The wall he stood upon stretched for almost a hundred yards in either direction; behind it, the courtyard was more than a hundred feet across, but long enough that that seemed disproportionately narrow. Dozens, perhaps hundreds of people were going about their business there. Men were sharpening swords or practicing their use, women were hanging clothes out to dry, and members of both sexes were sitting or standing in pairs or groups, talking. Off at the northern corner, two sentries peered out over the ocean; to the south, a bend in the wall and a small guardhouse hid the next pair from Valder.

“Well,” Kelder said, “if you’ve finished admiring the view, we have an appointment with one of General Gor’s staff, a Captain Dumery, who is to get you settled in and tell you your next assignment.”

“Oh,” Valder said unenthusiastically. He had no interest in any assignments, and the mere mention of one had ruined his enjoyment of his surroundings.

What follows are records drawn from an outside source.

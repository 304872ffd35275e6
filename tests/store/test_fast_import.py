"""The column-wise fast lane (Store.add_reading_columns) writes exactly what the
row-by-row add_readings writes, or declines; it never accepts what add_readings rejects,
nor a row that add_readings finds already present (also one corrected or removed since)."""

from __future__ import annotations

import hashlib
import sqlite3
from datetime import date, datetime, timedelta, timezone

from hypothesis import HealthCheck, given, settings
from hypothesis import strategies as st

from logbook.imports import _readings_from_columns, import_bytes, read_columns
from logbook.store import Store

from .conftest import MACHINES, MODELS, PUMPS, READINGS, TODAY, load

# (serial, machine) of the conftest fleet; S-300 is on the shelf, S-999 unknown.
PUMP_MACHINE = {"S-100": "M-1", "S-200": "M-2", "S-300": None, "S-999": None}
LAST = {"S-100": (date(2025, 5, 1), 1500.0), "S-200": (date(2025, 3, 1), 5300.0), "S-300": (date(2025, 6, 1), 0.0),
        "S-999": (date(2025, 6, 1), 0.0)}
ROW_COLUMNS = ("case_drain", "servo_pressure", "neutral_drift", "oil_temp", "test_pressure", "test_speed", "machine",
               "technician")
# Rows of READINGS whose stored reading is removed (S-100 in May) or corrected to another day
# (S-200 in March) in the base database: a file repeating them must add nothing.
REMOVED = {"serial": "S-100", "date": date(2025, 5, 1), "machine_hours": 1500.0, "case_drain": 3.6, "servo_pressure": 25.5,
           "neutral_drift": 1.5, "oil_temp": 55.0, "test_pressure": 390.0, "test_speed": 2000.0, "technician": "Ana"}
CORRECTED = {"serial": "S-200", "date": date(2025, 3, 1), "machine_hours": 5300.0, "case_drain": 4.0, "servo_pressure": 27.0,
             "neutral_drift": -2.0, "oil_temp": 48.0, "test_pressure": 400.0, "test_speed": 2000.0, "technician": "Ben"}


def _kept_originals(store: Store) -> None:
    """Remove and correct two readings of the conftest fleet (see REMOVED and CORRECTED)."""
    by_key = {(r.serial, r.taken_on): r.id for r in store.readings()}
    store.remove_reading(by_key["S-100", date(2025, 5, 1)], reason="gauge not bled")
    store.correct_reading(by_key["S-200", date(2025, 3, 1)], taken_on=date(2025, 2, 28), reason="wrong day", today=TODAY)


@st.composite
def batches(draw, kept_originals: bool = False):
    """Mostly clean batches (dates and hours rising per pump), with a chance of each
    kind of trouble: unknown pump, meter backwards, duplicates, limits, a wrong machine;
    with ``kept_originals``, one or both of REMOVED and CORRECTED among the rows."""
    def pick(good, *bad):  # the good value, now and then a bad one
        return draw(st.sampled_from(bad)) if bad and draw(st.integers(0, 24)) == 0 else good

    rows = []
    serials = draw(st.lists(st.sampled_from(["S-100", "S-200"]), min_size=1, max_size=2, unique=True))
    stranger = pick(None, "S-300", "S-999")  # a pump never fitted, or unknown
    for serial in serials + ([stranger] if stranger else []):
        day, hours = LAST[serial]
        for _ in range(draw(st.integers(1, 6))):
            days = draw(st.integers(0, 40))
            day += timedelta(days=days)
            # a clean meter gains at most 24 h a day (logbook check asks about more)
            hours += pick(draw(st.sampled_from([0.0, 10.0, 55.5 if days >= 2 else 10.0])), -30.0, -0.5)
            rows.append({
                "serial": serial, "date": day, "machine_hours": hours,
                "case_drain": draw(st.sampled_from([None, 3.5, 4.0])) if pick(True, False) else 181.0,
                "servo_pressure": pick(draw(st.sampled_from([25.0, 24.0])), None),
                "neutral_drift": draw(st.sampled_from([None, -1.5])),
                "oil_temp": pick(50.0, None), "test_pressure": pick(400.0, 501.0, None),
                "test_speed": pick(2000.0, 2600.0, None),
                "machine": pick(draw(st.sampled_from([None, PUMP_MACHINE[serial]])), "M-2", "M-1"),
            })
    if draw(st.integers(0, 9)) == 0:
        rows.append(dict(rows[0]))  # the same row twice
    if draw(st.integers(0, 9)) == 0:
        rows.append({**dict.fromkeys(ROW_COLUMNS), "serial": "S-100", "date": date(2025, 2, 1), "machine_hours": 1100.0,
                     "case_drain": 3.1, "servo_pressure": 26.0, "neutral_drift": 1.0, "oil_temp": 50.0,
                     "test_pressure": 400.0, "test_speed": 2000.0})  # already recorded (by another technician)
    if kept_originals:  # again, with its own technician or another
        for kept in draw(st.sampled_from([(REMOVED,), (CORRECTED,), (REMOVED, CORRECTED)])):
            rows.insert(draw(st.integers(0, len(rows))),
                        {**dict.fromkeys(ROW_COLUMNS), **kept, "technician": draw(st.sampled_from([kept["technician"], None]))})
    columns = {name: [r.get(name) for r in rows] for name in ("serial", "date", "machine_hours", *ROW_COLUMNS)}
    return columns, list(range(2, len(rows) + 2))


def _content(store: Store) -> list[tuple]:
    return store.conn.execute(
        "SELECT serial, taken_on, machine, machine_hours, case_drain_lpm, servo_pressure_bar, neutral_drift_bar, oil_temp_c, "
        "test_pressure_bar, test_speed_rpm, technician, note, entered_by, import_id IS NOT NULL FROM readings ORDER BY id"
    ).fetchall()


def _both_lanes(tmp_path, strategy, examples: int) -> dict[str, int]:
    """Run generated batches through the fast lane and add_readings, each on its own copy
    of one database (the conftest fleet with a removed and a corrected reading): the fast
    lane declines, writing nothing, or writes what add_readings writes. Counts the cases."""
    base = Store(tmp_path / "base.db", user="tester")
    for table, data in (("models", MODELS), ("machines", MACHINES), ("pumps", PUMPS), ("readings", READINGS)):
        load(base, table, data)
    _kept_originals(base)
    stats = {"cases": 0, "fast": 0, "declined and rejected": 0, "declined but accepted": 0, "kept original present": 0}

    def copy() -> Store:
        s = Store(":memory:", user="tester")
        base.conn.backup(s.conn)
        return s

    @settings(max_examples=examples, deadline=None, suppress_health_check=[HealthCheck.too_slow])
    @given(strategy)
    def check(batch):
        columns, lines = batch
        stats["cases"] += 1
        fast, slow = copy(), copy()
        report = fast.add_reading_columns(columns, lines=lines, today=TODAY, source=("f.csv", "0" * 64))
        reference = slow.add_readings(_readings_from_columns(columns, len(lines)), lines=lines, today=TODAY,
                                      source=("f.csv", "0" * 64))
        stats["kept original present"] += any("not added again" in note for note in reference.flagged)
        if report is None:
            assert _content(fast) == _content(base)  # declining wrote nothing
            stats["declined and rejected" if reference.problems else "declined but accepted"] += 1
        else:
            stats["fast"] += 1
            assert reference.problems == [] and reference.already_present == 0 and reference.flagged == []
            assert report.added == reference.added == len(lines)
            assert _content(fast) == _content(slow)
            assert fast.check() == []
        fast.close()
        slow.close()

    check()
    base.close()
    return stats


def test_fast_lane_writes_what_the_row_by_row_check_writes(tmp_path):
    stats = _both_lanes(tmp_path, batches(), 150)
    print(f"fast-lane cases: {stats}")
    assert stats["fast"] >= 8 and stats["declined and rejected"] >= 8  # both sides exercised


def test_neither_lane_brings_back_a_removed_or_corrected_reading(tmp_path):
    stats = _both_lanes(tmp_path, batches(kept_originals=True), 60)
    print(f"fast-lane cases with kept originals: {stats}")
    # Every batch says its kept originals stay as they are (also one refused for another row).
    assert stats["kept original present"] == stats["cases"] >= 50
    assert stats["declined but accepted"] >= 1  # a batch that imports, less its kept originals


def test_both_lanes_leave_a_removed_or_corrected_reading_as_it_is(tmp_path):
    """A clean file (the fast lane's kind) repeating kept originals next to a new reading:
    the import and the row-by-row path give the same report and the same rows."""
    header = "serial,date,machine_hours,case_drain,servo_pressure,neutral_drift,oil_temp,test_pressure,test_speed,technician"
    cells = [header] + [",".join("" if r.get(c) is None else f"{r[c]:g}" if isinstance(r[c], float) else str(r[c])
                                 for c in header.split(",")) for r in (REMOVED, CORRECTED)]
    data = ("\n".join(cells) + "\nS-100,2025-08-01,1900,,25,,,,,Cy\n").encode()
    stores = []
    for name in ("import", "rows"):
        s = Store(tmp_path / f"{name}.db", user="tester", clock=lambda: datetime(2026, 11, 20, 8, tzinfo=timezone.utc))
        for table, part in (("models", MODELS), ("machines", MACHINES), ("pumps", PUMPS), ("readings", READINGS)):
            load(s, table, part)
        _kept_originals(s)
        stores.append(s)
    via_import = import_bytes(stores[0], "readings", data, name="f.csv", today=TODAY)
    columns, lines = read_columns("readings", data, TODAY)  # a clean file: the fast lane is tried first
    by_rows = stores[1].add_readings(_readings_from_columns(columns, len(lines)), lines=lines, today=TODAY,
                                     source=("f.csv", hashlib.sha256(data).hexdigest()))
    assert (via_import.added, via_import.already_present, via_import.problems) == (1, 2, [])
    assert via_import.flagged == by_rows.flagged == [
        "line 2: already present (removed on 2026-11-20) - not added again",
        "line 3: already present (corrected on 2026-11-20) - not added again",
    ]
    assert (by_rows.added, by_rows.already_present, by_rows.problems) == (1, 2, [])
    assert _content(stores[0]) == _content(stores[1])
    for s in stores:
        s.close()


def test_fast_lane_declines_when_it_would_need_a_message(store):
    day = date(2025, 8, 1)
    bad = {"serial": ["S-100"], "date": [day], "machine_hours": [1000.0], "servo_pressure": [25.0]}  # meter backwards
    before = store.counts()
    assert store.add_reading_columns(bad, lines=[2], today=TODAY) is None
    assert store.counts() == before
    good = {**bad, "machine_hours": [1900.0]}
    assert store.add_reading_columns(good, lines=[2], today=TODAY).added == 1
    # Entered without a source file: one audit row per reading, as add_readings does.
    assert store.audit_trail("S-100")[-1]["action"] == "insert"
    assert isinstance(store.conn, sqlite3.Connection)


def test_one_reading_meter_check_by_sql_matches_the_timeline(store):
    """Store._meter_neighbours (SQL, for one new reading) answers what
    MeterTimeline.neighbours answers over the machine's whole history."""
    count = 0
    days = st.integers(0, 90).map(lambda d: date(2025, 1, 1) + timedelta(days=d))

    @settings(max_examples=150, deadline=None, suppress_health_check=[HealthCheck.too_slow])
    @given(st.lists(st.tuples(days, st.integers(900, 1300).map(float)), max_size=12, unique=True), st.lists(days, max_size=2),
           st.lists(st.tuples(days, st.integers(900, 1300).map(float)), max_size=3), days)
    def check(readings, replacements, events, on):
        nonlocal count
        count += 1
        store.conn.execute("BEGIN")
        try:
            stored = {(r.taken_on, r.machine_hours) for r in store.readings("S-100")}
            for day, hours in readings:
                if (day, hours) in stored:
                    continue  # the fixture's own reading: already there (and unique)
                store.conn.execute(
                    "INSERT INTO readings (serial, taken_on, machine, machine_hours, servo_pressure_bar, entered_by, entered_at) "
                    "VALUES ('S-100', ?, 'M-1', ?, 25, 't', 't')", (day.isoformat(), hours))
            for day in replacements:
                store.conn.execute("INSERT INTO events (kind, happened_on, machine, hours, to_hours, entered_by, entered_at) "
                                   "VALUES ('meter_replaced', ?, 'M-1', 2000, 0, 't', 't')", (day.isoformat(),))
            for day, hours in events:
                store.conn.execute("INSERT INTO events (kind, happened_on, serial, machine, hours, entered_by, entered_at) "
                                   "VALUES ('oil_change', ?, 'S-100', 'M-1', ?, 't', 't')", (day.isoformat(), hours))
            assert store._meter_neighbours("M-1", on) == store._timeline("M-1").neighbours(on)
        finally:
            store.conn.execute("ROLLBACK")

    check()
    print(f"meter-by-SQL cases: {count}")
    assert count >= 100
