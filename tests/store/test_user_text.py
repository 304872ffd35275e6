"""User text is data: whatever a technician, a note, a reason, an ``--as`` name, a file
name, a serial or a site holds (square brackets, markup-like tags, formula prefixes,
control characters, very long text), every command that shows it prints it as it was
entered, with control characters written as their escapes, and never crashes.

The entry paths are the store's methods, ``logbook record``, ``event``, ``correct``,
``remove`` and ``import``; the outputs ``show``, ``history`` and ``pumps``."""

from __future__ import annotations

import csv
import io
import re
import shutil
from datetime import date

import pytest
from hypothesis import HealthCheck, assume, given, settings
from hypothesis import strategies as st
from rich.console import Console

from logbook.cli import Context, build_parser, main
from logbook.fmt import visible
from logbook.model import Event, EventKind, Reading
from logbook.store import Store
from logbook.units import UnitPrefs
from tests.store.conftest import MACHINES, MODELS, PUMPS, READINGS, TODAY, load

DAY = TODAY.isoformat()
#: Any character a terminal would act on instead of showing (what ``visible`` escapes).
RAW_CONTROL = re.compile("[\x00-\x09\x0b-\x1f\x7f-\x9f\u2028\u2029\u202a-\u202e\u2066-\u2069]")

#: The cases of the issue, and a few more of the same kind.
NASTY = ["[/]", "x[/b]", "Ann [night shift]", "[link=https://example.invalid]click[/link]", "[bold red]Ben",
         "=HYPERLINK(\"https://example.invalid\",\"x\")", "-2+3+cmd|' /C calc'!A0", "@SUM(1)", "a | b `c` *d* _e_",
         "tab\there", "del\x7f csi\x9b2J rlo\u202eevil", "$x$ <b>&amp;</b> \\[x\\]"]

_PIECES = ["[", "]", "[/]", "x[/b]", "[b]", "[/b]", "[link=https://example.invalid]", "[/link]", "[bold red]",
           "[@click=app.quit]", "\\", "|", "`", "*", "_", "#", "<", ">", "&", '"', "'", "$", "$x$", "=", "+", "-", "@",
           "=HYPERLINK(\"https://example.invalid\")", "\t", "\x7f", "\x9b", "\x85", "\u202e", "\u2066", "\u2028", "é",
           "日本", "🔧", " ", "a", "Ann", "night shift"]
#: Characters the store accepts in free text: anything but the C0 controls (tab aside)
#: and surrogates (not encodable).
_CHARS = st.characters(exclude_categories=("Cs",), exclude_characters="".join(map(chr, range(32))) + "\x00")


def _free_text(max_pieces: int = 12):
    short = st.lists(st.sampled_from(_PIECES) | st.text(_CHARS, min_size=1, max_size=4), min_size=1,
                     max_size=max_pieces).map("".join)
    long = st.tuples(st.sampled_from(_PIECES[:10]), st.integers(60, 140)).map(lambda t: (t[0] + "Zz")[:4] * t[1])
    return (short | long).map(lambda s: s.strip()[:500]).filter(bool)


#: Technician, note, reason: one line of at most 500 characters, no C0 control character
#: but the tab (the store's own rule, kept); ends trimmed (the reason is stored trimmed).
FREE_TEXT = _free_text()
#: A name given with --as: 1-64 characters on one line, no tab (the store's rule).
NAME = _free_text(6).map(lambda s: s.replace("\t", " ")[:64].strip()).filter(bool)


@pytest.fixture(scope="module")
def master(tmp_path_factory):
    path = tmp_path_factory.mktemp("user-text") / "t.db"
    with Store(path, user="tester") as s:
        for table, data in (("models", MODELS), ("machines", MACHINES), ("pumps", PUMPS), ("readings", READINGS)):
            load(s, table, data)
    return path


def fresh(master, folder):
    folder.mkdir(parents=True, exist_ok=True)
    path = folder / "t.db"
    for suffix in ("", "-wal", "-shm"):
        path.with_name(path.name + suffix).unlink(missing_ok=True)
    shutil.copy(master, path)
    return path


def output(db, *argv: str) -> str:
    """A command's standard output on a console wide enough that no cell wraps (the
    comparison is of whole texts); any exception fails the test."""
    args = build_parser().parse_args(["--db", str(db), "--today", DAY, *argv])
    out = io.StringIO()
    ctx = Context(db_path=db, user=args.user, today=TODAY, units=UnitPrefs(),
                  console=Console(file=out, width=20_000, highlight=False),
                  err=Console(file=io.StringIO(), width=20_000, highlight=False))
    assert args.func(args, ctx) == 0
    return out.getvalue()


def shows(out: str, *texts: str) -> None:
    """Each text is in the output as typed (control characters as their escapes), and
    nothing in the output could drive a terminal."""
    for t in texts:
        assert visible(t) in out, (t, out[-2000:])
    assert not RAW_CONTROL.search(out.replace("\n", "")), repr(RAW_CONTROL.search(out.replace("\n", "")))


def _next_hours(store, serial: str) -> float:
    return max(r.machine_hours for r in store.readings(serial, include_superseded=True)) + 10.0


# -- the cases found ------------------------------------------------------------------------


def test_bracket_text_in_every_field_shows_verbatim_in_show_history_and_pumps(master, tmp_path, capsys):
    db = fresh(master, tmp_path)
    base = ["--db", str(db), "--today", DAY]
    assert main([*base, "--as", "Ann [night shift]", "record", "S-100", f"--date={DAY}", "--hours=1700",
                 "--servo-pressure=25", "--technician=x[/b]", "--note=[link=https://example.invalid]n[/link]"]) == 0
    assert main([*base, "--as", "[/]", "event", "oil_change", "S-100", f"--date={DAY}", "--hours=1710",
                 "--technician=[/]", "--note=[bold]oil[/bold] [link=https://example.invalid]x[/link]"]) == 0
    with Store(db) as store:
        reading = store.readings("S-100")[-1]
        event = store.events("S-100")[-1]
    assert main([*base, "--as", "x[/b]", "correct", str(reading.id), "--reason=typo [/] in [b]the[/b] note",
                 "--note=Ann [night shift]"]) == 0
    capsys.readouterr()
    # Through main, as a user runs them: no traceback, the text whole.
    assert main([*base, "show", "S-100"]) == 0
    out = capsys.readouterr().out
    assert "[bold]oil[/bold] [link=https://example.invalid]x[/link]" in out and "x[/b]" in out
    assert "\x1b]8;" not in out  # no live terminal link (OSC 8)
    assert main([*base, "history", "S-100"]) == 0
    out = capsys.readouterr().out
    assert "Ann [night shift]" in out and "typo [/] in [b]the[/b] note" in out and "[/]" in out
    assert "note [link=https://example.invalid]n[/link] -> Ann [night shift]" in out
    assert main([*base, "pumps"]) == 0
    assert "S-100" in capsys.readouterr().out
    assert main([*base, "--as", "Ann [night shift]", "remove", "event", str(event.id), "--reason=[/] wrong pump"]) == 0
    capsys.readouterr()
    assert main([*base, "history", "S-100"]) == 0
    assert "[/] wrong pump" in capsys.readouterr().out


def test_a_rejected_import_quotes_its_file_name_as_typed(master, tmp_path, capsys):
    # Serials, units, sites are names of letters, digits, space and . _ / # - (the store's
    # rule): a bracket is refused, and the refusal names the file without reading it as markup.
    db = fresh(master, tmp_path)
    path = tmp_path / "machines [night shift] [link=x]\x1b[2J.csv"  # no '/' in a file name
    path.write_text("unit,site,description\nU-9,Yard [/b],x\n", encoding="utf-8")
    assert main(["--db", str(db), "--today", DAY, "import", "machines", str(path)]) == 2
    err = capsys.readouterr().err
    assert "\x1b" not in err
    err = " ".join(err.split())  # the terminal width wraps the message
    assert visible(str(path)) in err and "rejected, nothing written" in err and "'Yard [/b]'" in err
    with Store(db) as store:
        assert "U-9" not in store.machines()


def test_an_import_file_name_with_markup_and_escapes_shows_in_history(master, tmp_path):
    db = fresh(master, tmp_path)
    name = "r [night shift] [bold red]x\x1b[2J \x9b [@click=app.quit].csv"  # no '/' in a file name
    path = tmp_path / name
    path.write_bytes(b"serial,date,machine_hours,servo_pressure,technician,note\nS-100,2025-06-01,1600,25,x[/b],[/]\n")
    assert main(["--db", str(db), "--today", DAY, "import", "readings", str(path)]) == 0
    out = output(db, "history", "S-100")
    shows(out, name)
    shows(output(db, "show", "S-100"), "x[/b]")


def test_control_characters_the_store_refuses_are_quoted_not_sent_to_the_terminal(master, tmp_path, capsys):
    db = fresh(master, tmp_path)
    before = Store(db).counts()["readings"]
    code = main(["--db", str(db), "--today", DAY, "record", "S-100", f"--date={DAY}", "--hours=1700", "--servo-pressure=25",
                 "--note=\x1b[2J\x1b]8;;https://example.invalid\x07x"])
    err = capsys.readouterr().err
    assert code == 2 and "\\x1b[2J" in err and "\x1b" not in err
    assert Store(db).counts()["readings"] == before


# -- the properties -------------------------------------------------------------------------

PROPERTY = settings(max_examples=40, deadline=None, suppress_health_check=[HealthCheck.function_scoped_fixture,
                                                                           HealthCheck.too_slow])


@PROPERTY
@given(name=NAME, tech=FREE_TEXT, note=FREE_TEXT, tech2=FREE_TEXT, note2=FREE_TEXT, reason=FREE_TEXT,
       event_note=FREE_TEXT, reason2=FREE_TEXT)
def test_text_entered_through_the_store_shows_verbatim(master, tmp_path_factory, name, tech, note, tech2, note2, reason,
                                                      event_note, reason2):
    db = fresh(master, tmp_path_factory.mktemp("p"))
    with Store(db, user=name) as store:
        hours = _next_hours(store, "S-100")
        r = store.add_reading(Reading(None, "S-100", date(2025, 6, 1), hours, servo_pressure_bar=25.0, technician=tech,
                                      note=note), today=TODAY)
        new = store.correct_reading(r.id, reason=reason, today=TODAY, technician=tech2, note=note2, servo_pressure_bar=24.0)
        e = store.add_event(Event(None, EventKind.OIL_CHANGE, date(2025, 6, 2), "S-100", hours=hours + 5, technician=tech,
                                  note=event_note), today=TODAY)
        store.remove_event(e.id, reason=reason2)
        stored = [x for x in store.readings("S-100", include_superseded=True) if x.id in (r.id, new.id)]
    assert [(x.technician, x.note) for x in stored] == [(tech, note), (tech2, note2)]  # kept as entered
    shows(output(db, "show", "S-100", "--all-readings"), tech2, tech)
    changed = [t for old, new in ((tech, tech2), (note, note2)) if old != new for t in (old, new)]  # a change shows both
    shows(output(db, "history", "S-100"), name, reason, reason2, *changed)
    shows(output(db, "pumps"))


@settings(PROPERTY, max_examples=25)
@given(name=NAME, tech=FREE_TEXT, note=FREE_TEXT, reason=FREE_TEXT, note2=FREE_TEXT, reason2=FREE_TEXT)
def test_text_entered_through_the_commands_shows_verbatim(master, tmp_path_factory, name, tech, note, reason, note2,
                                                          reason2):
    db = fresh(master, tmp_path_factory.mktemp("c"))
    base = ["--db", str(db), "--today", DAY, f"--as={name}"]
    with Store(db) as store:
        hours = _next_hours(store, "S-200")
    assert main([*base, "record", "S-200", "--date=2025-06-01", f"--hours={hours:g}", "--servo-pressure=25",
                 f"--technician={tech}", f"--note={note}"]) == 0
    assert main([*base, "event", "oil_change", "S-200", "--date=2025-06-02", f"--hours={hours + 5:g}",
                 f"--technician={tech}", f"--note={note2}"]) == 0
    with Store(db) as store:
        reading = store.readings("S-200")[-1]
        event_id = store.events("S-200")[-1].id
    assert (reading.technician, reading.note) == (tech, note)
    assert main([*base, "correct", str(reading.id), f"--reason={reason}", "--servo-pressure=24"]) == 0
    assert main([*base, "remove", "event", str(event_id), f"--reason={reason2}"]) == 0
    shows(output(db, "show", "S-200"), tech)
    shows(output(db, "history", "S-200"), name, reason, reason2)


_FILE_NAME = _free_text(6).map(lambda s: s.replace("/", "|")[:50].strip()).filter(lambda s: s not in ("", ".", ".."))
#: Serials, units, sites: the store's name rule (letters, digits, space and . _ / # -,
#: starting with a letter or digit, at most 40).
_ID = st.from_regex(r"[A-Za-z0-9][A-Za-z0-9 ._/#-]{0,39}", fullmatch=True).map(str.strip)


@settings(PROPERTY, max_examples=25)
@given(file_name=_FILE_NAME, tech=FREE_TEXT, note=FREE_TEXT, serial=_ID, unit=_ID, site=_ID)
def test_text_imported_from_files_shows_verbatim(master, tmp_path_factory, file_name, tech, note, serial, unit, site):
    assume(serial not in ("S-100", "S-200", "S-300") and unit not in ("M-1", "M-2"))  # the fixed fleet's own
    folder = tmp_path_factory.mktemp("i")
    db = fresh(master, folder)
    sheets = {
        "machines": [["unit", "site", "description"], [unit, site, note]],
        "pumps": [["serial", "model", "machine", "position", "fitted_on", "machine_hours_at_fit", "pump_hours_at_fit"],
                  [serial, "TX-90", unit, "main", "2025-01-10", "100", "0"]],
        "readings": [["serial", "date", "machine_hours", "servo_pressure", "technician", "note"],
                     [serial, "2025-03-01", "400", "25", tech, note]],
    }
    for table, rows in sheets.items():
        path = folder / (f"{table} {file_name}.csv")
        buffer = io.StringIO()
        csv.writer(buffer, lineterminator="\n").writerows(rows)
        path.write_text(buffer.getvalue(), encoding="utf-8")
        assert main(["--db", str(db), "--today", DAY, "import", table, str(path)]) == 0, (table, rows)
    with Store(db) as store:
        (r,) = store.readings(serial)
    assert (r.serial, r.technician, r.note, r.machine) == (serial, tech, note, unit)
    shows(output(db, "pumps"), serial, unit)
    shows(output(db, "show", "--", serial), serial, unit, tech)
    shows(output(db, "history", "--", serial), serial, unit, f"readings {file_name}.csv")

Kelder ignored the soldier’s tone and led the way to one of the staircases down into the court. They descended and, from the foot of the steps, proceeded across the court, through a vestibule into a corridor, down a flight of stairs, back along another corridor, across a large hall, along still another corridor, down another flight, across yet another corridor into a smaller hall, from there into an antechamber, and finally into a small room lined with tightly packed shelves. Valder was startled to see a small window slit with a view of the ocean; he had gotten turned around and would have guessed that they were deep in the interior of the Fortress, facing south toward the shipyards, and nowhere near the seaward side.